La Gazzetta dello Sport podaje, że drogi Francka Ribery’ego i Fiorentiny rozejdą się po zakończeniu tego sezonu. Francuz najprawdopodobniej nie przedłuży wygasającego kontraktu, ale wcale nie ma zamiaru kończyć kariery.
Najbardziej realne wydają się dwie opcje. Skrzydłowy pozostanie we Włoszech lub wróci do Niemiec. Na Półwyspie Apenińskim jego usługami ma być zainteresowana Monza, która dzielnie walczy o awans do Serie A. Klub dowodzony przez Berlsuconiego zajmuje drugie miejsce w Serie B, gdzie ma punkt przewagi nad trzecią Salernitaną.
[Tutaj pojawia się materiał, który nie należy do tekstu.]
func repeatsRole(cols []heading) bool {
	type kind struct {
		role  role
		port  int
		label string
	}
	var few [16]kind // most tables have no more
	seen := few[:0]
	var more map[kind]bool
	for _, c := range cols {
		k := kind{c.role, c.port, c.label}
		switch {
		case !c.role.quantity():
		case slices.Contains(seen, k) || more[k]:
			return true
		case len(seen) < cap(seen):
			seen = append(seen, k)
		default:
			if more == nil {
				more = map[kind]bool{}
			}
			more[k] = true
		}
	}
	return false
}

func countKnown(cols []heading) int {
	n := 0
	for _, c := range cols {
		if c.known() {
			n++
		}
	}
	return n
}

func hasFreq(cols []heading) bool {
	for _, c := range cols {
		if c.role == roleFreq || c.role == roleOmega {
			return true
		}
	}
	return false
}

// findTable looks for a header at or after line from; without one, for the rows
// of numbers of a file that has none.
func (s *source) findTable(from int, o Options) (table, *Error) {
	if len(o.Columns) > 0 {
		return s.findColumns(from, o.Columns)
	}
	bare, rows := -1, 0
	var cells []span
	for i := from; i < len(s.lines); i++ {
		l := s.lines[i]
		if !s.isComment(l) {
			cells = s.split(l, cells)
			if k := s.look(cells); k.isData() {
				if bare < 0 {
					bare = i
				}
				if rows++; rows > headerScan {
					break
				}
				continue
			}
		}
		if t, ok := s.tryHeader(i); ok {
			return t, nil
		}
	}
	if bare >= 0 {
		return s.bareTable(bare)
	}
	return table{}, s.noTable(from)
}

// bareTable is a file without a header, whose rows must be three numbers:
// frequency, |Z| and phase (contract). A line of words above that could be a
// header in other words is not passed over.
func (s *source) bareTable(first int) (table, *Error) {
	cells := s.split(s.lines[first], nil)
	if first > 0 {
		above := s.uncomment(s.lines[first-1])
		texts, aboveCells := s.cellTexts(above, len(cells))
		if k := s.look(aboveCells); k.cells == len(cells) && k.numbers == 0 && k.letters {
			return table{}, &Error{File: s.name, Line: int(above.num), Column: s.column(s.lines[first-1], aboveCells, 0),
				Found: strings.Join(texts, ", "), Expected: "a header with a frequency column",
				Hint: "--columns 'f=1,z=2,phase=3' with the columns' numbers", Err: ErrAmbiguous}
		}
	}
	l := s.lines[first]
	if n := len(cells); n != 3 || s.look(cells).numbers != 3 {
		return table{}, &Error{File: s.name, Line: int(l.num), Column: 1, Found: fmt.Sprintf("rows of %d columns without a header", n), bare: true,
			Expected: "a header, or three columns of numbers (frequency, |Z|, phase)", Hint: "--columns 'f=1,r=2,x=3' with the columns' numbers", Err: ErrAmbiguous}
	}
	return table{head: -1, unit: -1, group: -1, first: first, cols: []heading{
		{text: "", role: roleFreq, unit: unit{"Hz", "Hz", 0}}, {text: "", role: roleAbsZ, unit: unit{"Ω", "Ω", 0}},
		{text: "", role: rolePhase, unit: unit{"°", "°", 0}}}}, nil
}

// noTable says what is missing in a file without any.
func (s *source) noTable(from int) *Error {
	if from >= len(s.lines) {
		return &Error{File: s.name, Line: 1, Column: 1, Found: "only blank lines", bare: true, Expected: "a header and rows of numbers"}
	}
	// The line that most looks like a header gives the best hint.
	l := s.lines[from]
	for i := from; i < len(s.lines) && i < from+200; i++ {
		if texts, _ := s.cellTexts(s.uncomment(s.lines[i]), 0); len(texts) <= maxColumns && countKnown(readHeadings(texts)) >= 2 {
			l = s.lines[i]
			break
		}
	}
	return &Error{File: s.name, Line: int(l.num), Column: 1, Found: s.lineText(l), Expected: "a header with a frequency column and rows of numbers",
		Hint: "--columns 'f=1,z=2,phase=3' with the columns' numbers"}
}

// findColumns finds the table that --columns describes.
func (s *source) findColumns(from int, want Columns) (table, *Error) {
	byText := map[string]string{} // key → header
	number := map[string]int{}    // key → column from 0
	most := 0
	for key, v := range want {
		if n, err := strconv.Atoi(v); err == nil {
			number[key] = n - 1
			most = max(most, n)
		} else {
			byText[key] = v
		}
	}
	seen := map[string]bool{} // keys whose header stands somewhere, for the error
	for i := from; i < len(s.lines); i++ {
		if len(byText) > 0 {
			n := 0
			if _, cells := s.nextData(i+1, 5, nil); cells != nil {
				n = len(cells)
			}
			texts, cells := s.cellTexts(s.uncomment(s.lines[i]), n)
			if s.look(cells).letters && len(texts) >= most && len(texts) <= maxColumns {
				if cols, ok := chooseColumns(texts, byText, number); ok {
					return s.withUnitRow(table{head: i, unit: -1, group: -1, first: i + 1, cols: cols, key: headerKey(texts)}), nil
				}
				for key, text := range byText {
					if _, ok := chooseColumns(texts, map[string]string{key: text}, nil); ok {
						seen[key] = true
					}
				}
			}
			continue
		}
		if s.isComment(s.lines[i]) {
			continue
		}
		cells := s.split(s.lines[i], nil)
		if k := s.look(cells); len(cells) < most || len(cells) > maxColumns || !k.isData() {
			continue
		}
		if f := s.cell(cells[number["f"]]); f == "" || !looksNumber(f, s.decimal) {
			continue
		}
		t := table{head: -1, unit: -1, group: -1, first: i}
		texts := make([]string, len(cells))
		// The header is the text line above with as many cells, or the one
		// above a unit row.
		for h := i - 1; h >= from && h >= i-3; h-- {
			above, aboveCells := s.cellTexts(s.uncomment(s.lines[h]), len(cells))
			if len(above) < most || s.look(aboveCells).numbers > 0 {
				continue
			}
			t.head, texts = h, above
			if cols := readHeadings(above); countKnown(cols) > 0 {
				break
			}
		}
		cols, _ := chooseColumns(texts, nil, number)
		t.cols, t.key = cols, headerKey(texts)
		if t.head >= 0 && t.head < i-1 {
			t = s.withUnitRow(t)
			t.first = i
		}
		return t, nil
	}
	e := &Error{File: s.name, Line: 1, Column: 1, Found: "none", bare: true, Expected: "the columns that --columns names", Err: ErrUsage, Hint: "numbers or the header's own words"}
	if len(s.lines) > 0 {
		e.Line = int(s.lines[min(from, len(s.lines)-1)].num)
	}
	for _, key := range columnKeys {
		if text, ok := byText[key]; ok && !seen[key] {
			e.Expected = fmt.Sprintf("a column with the header %q (--columns %s)", text, key)
			break
		}
		if n, ok := number[key]; ok && n+1 == most {
			e.Expected = fmt.Sprintf("rows of numbers with %d columns (--columns %s=%d)", most, key, most)
			break
		}
	}
	return table{}, e
}

func (s *source) withUnitRow(t table) table {
	if t.head+1 < len(s.lines) {
		texts, _ := s.cellTexts(s.uncomment(s.lines[t.head+1]), len(t.cols))
		if s.unitRow(&t, texts) {
			t.unit, t.first = t.head+1, t.head+2
		}
	}
	return t
}

// chooseColumns gives the named columns their roles and all others none; a unit
// that the header states is kept if it fits the role.
func chooseColumns(texts []string, byText map[string]string, number map[string]int) ([]heading, bool) {
	cols := make([]heading, len(texts))
	read := readHeadings(texts)
	for i := range cols {
		cols[i] = heading{text: texts[i]}
	}
	place := func(key string, i int) {
		r, _ := keyRole(key)
		cols[i].role = r
		cols[i].negate = read[i].negate
		if u := read[i].unit; dimFits(roles[r].dim, u.dim) || r == roleFreq && u.dim == "rad/s" {
			cols[i].unit, cols[i].ambiguous = u, read[i].ambiguous
			if u.dim == "rad/s" {
				cols[i].role = roleOmega
			}
		}
	}
	for _, key := range columnKeys {
		i, ok := number[key]
		if !ok {
			continue
		}
		if i >= len(cols) {
			return cols, false
		}
		place(key, i)
	}
	for _, key := range columnKeys {
		want, ok := byText[key]
		if !ok {
			continue
		}
		found := -1
		for i, h := range read {
			if strings.EqualFold(strings.TrimSpace(texts[i]), want) || strings.EqualFold(h.name, want) && found < 0 {
				found = i
				if strings.EqualFold(strings.TrimSpace(texts[i]), want) {
					break
				}
			}
		}
		if found < 0 {
			return cols, false
		}
		place(key, found)
	}
	return cols, true
}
Wiele jest zatem uzależnione od ostatecznego sukcesu drużyny Cristiana Brocchiego. Jeśli beniaminek wywalczy drugi awans z rzędu, wielce prawdopodobne, że zdoła skusić Ribery’ego. W barwach włoskiego klubu występuje bowiem nie tylko Christian Gytkjaer, ale też Kevin Prince-Boateng, Gabriel Paletta i Mario Balotelli. Pod względem finansowym Francuz zapewne by nie narzekał.
Jednocześnie nie można wykluczyć, że Ribery wróci do Niemiec. To właśnie w barwach tamtejszego Bayernu Monachium odnosił największe sukcesy w swojej karierze. O ile jednak powrót do Bawarii jest wykluczony, o tyle sam 37-latek wierzy, że na poziomie Bundesligi da jeszcze radę, co potwierdził w wywiadzie dla magazynu Bild.
Wpływ na odejście Ribery’ego z Fiorentiny ma ograniczone zaufanie, którym obdarzył go Cesare Prandelli. Włoch nie jest zadowolony z pozycji Francuza i uważa, ze jego zarobki stanowią zbyt duże obciążenie dla klubowej kasy. Skrzydłowy inkasuje we Florencji bagatela 4.5 miliona euro rocznie.